Barbora Krejcikova, new gem among Czech tennis stars

By AFP

PRAGUE: Long hailed as a doubles specialist, Barbora Krejcikova is now making a splash in the French Open singles, the third Czech player in as many years to reach the semi-finals in Paris.

She is just another modest star in a long line of young Czech women who have made the semi-finals or better at Roland Garros in the past decade.

Petra Kvitova reached that stage in 2012 and last year, Karolina Pliskova in 2017, while Lucie Safarova lost the 2015 final and Marketa Vondrousova finished runner-up in 2019.

“The background and the supply in Czech women’s tennis is really very, very good,” says Vladislav Savrda, a former player and coach and now manager of the Prague-based CLTK tennis club.

The Czech Republic, which has won six out of the last nine Fed Cups, now has 10 players in the WTA top 100.

“They are good examples that naturally make parents take their daughters to tennis schools. They prefer tennis to figure skating or gymnastics,” Savrda told AFP.

“Football and ice hockey are big phenomena in the Czech Republic, but of course they don’t interest the girls so much,” he added.

– ‘The right mindset’ –

Krejcikova has won two Grand Slam titles in doubles with Katerina Siniakova — the French Open and Wimbledon in 2018.

In Paris, they have reached the doubles semi-finals after seeing off compatriots Kristyna and Karolina Pliskova in the last eight.

Savrda said Krejcikova’s singles breakthrough in Paris was somewhat unexpected, despite her recent victory at the WTA tournament in Strasbourg.

“She has always been the absolute top in doubles, but this is a surprise I guess,” said Savrda.

“So what?
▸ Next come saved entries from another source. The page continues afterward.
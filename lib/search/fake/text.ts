/**
 * Full-text matching on minisearch, tuned the way the engine behaves: every term must
 * match (AND), only the last term matches as a prefix, and typos are allowed only on
 * longer terms (one from `oneTypo` letters, two from `twoTypos`). Matches are ordered by
 * the engine's ranking rules (./ranking.ts) and kept per query over the whole index; a
 * filter then keeps the candidates among them. `only` narrows the searched fields
 * (`attributesToSearchOn`).
 */
import type MiniSearch from 'minisearch';
import type { SearchResult } from 'minisearch';
import type { Bitset } from './bitset';
import type { QueryShape, Relevance } from './ranking';
import type { FakeIndex } from './store';
import type { IndexSettings } from './settings';

export interface TextMatch {
  /** Matched slots, best first; shared, so read only. */
  slots: number[];
  /** Relevance per slot; null when there was no query. */
  relevance: Map<number, Relevance> | null;
}

export type MatchingStrategy = 'last' | 'all' | 'frequency';

export function typoBudget(settings: IndexSettings): (term: string) => number {
  const { enabled, minWordSizeForTypos, disableOnWords, disableOnNumbers } = settings.typoTolerance;
  const oneTypo = minWordSizeForTypos?.oneTypo ?? 5;
  const twoTypos = minWordSizeForTypos?.twoTypos ?? 9;
  const exact = new Set((disableOnWords ?? []).map((word) => word.toLowerCase()));
  return (term) => {
    if (!enabled || exact.has(term) || (disableOnNumbers && /^\d+$/.test(term))) return 0;
    if (term.length >= twoTypos) return 2;
    return term.length >= oneTypo ? 1 : 0;
  };
}

/** Every document of `text` holding all of the query's words (the last one as a prefix too). */
export function runTextSearch<T>(
  text: MiniSearch<T>,
  shape: QueryShape,
  only?: (slot: number) => boolean,
): SearchResult[] {
  return text.search(shape.terms.join(' '), {
    fields: shape.fields,
    combineWith: 'AND',
    prefix: (_term: string, i: number, all: string[]) => i === all.length - 1,
    fuzzy: (term: string) => shape.typos(term),
    // Documents the filter excludes are never scored.
    boostDocument: only ? (slot: number) => (only(slot) ? 1 : 0) : undefined,
  });
}

/**
 * With the default `last` strategy, when no candidate holds every term the trailing
 * terms are dropped one at a time until something matches; `all` never drops terms.
 */
export function matchText(
  index: FakeIndex,
  terms: string[],
  candidates: Bitset | null,
  strategy: MatchingStrategy,
  only: string[] | null = null,
): TextMatch {
  const admits = candidates ? (slot: number) => candidates.has(slot) : null;
  for (let kept = terms.length; ; kept--) {
    const match = index.textMatch(terms.slice(0, kept), only, admits);
    if (match.order.length > 0 || strategy === 'all' || kept === 1)
      return { slots: match.order, relevance: match.relevance };
  }
}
She is simply coming of age,” Jan Kodes, the 1970 and 1971 French Open champion, said in an interview with the DNES broadsheet.

“She needed to grow up, mentally above all. She had to find the right mindset,” added Kodes, who also won Wimbledon in 1973.

Krejcikova admitted she had suffered a severe bout of nerves before her match with Sloane Stephens in the fourth round.

“Half an hour before the match, I sat in a locked room and cried and felt terrible,” she said.

Then she went and saw Stephens off 6-2, 6-0.

– ‘Just a label’ –

After beating American teenager Coco Gauff in the quarter-final, she praised her patience.

“I’m not very good at that, but I knew that if I work hard and if I’m patient, I’ll get there and have the chance to play against the best,” said Krejcikova.

“I have never wanted to be a doubles specialist, that’s just a label I got,” added the 25-year-old world number 33. She is ranked seventh in doubles.

Savrda said Czech tennis had a lot of talent to choose from, naming current French Open junior quarter-finalist Linda Noskova and Darja Vidmanova, who lost in the last-16 phase at Roland Garros.

Added to that list were the Fruhvirtova sisters, 14-year-old Brenda and 16-year-old Linda, the 13th-ranked junior who reached the quarter-finals at Charleston in April.

“The sisters were famous for their large training volumes when they were kids,” said Savrda.

“If they survive this and retain their passion for tennis, which is always a question, they’ll be good too.”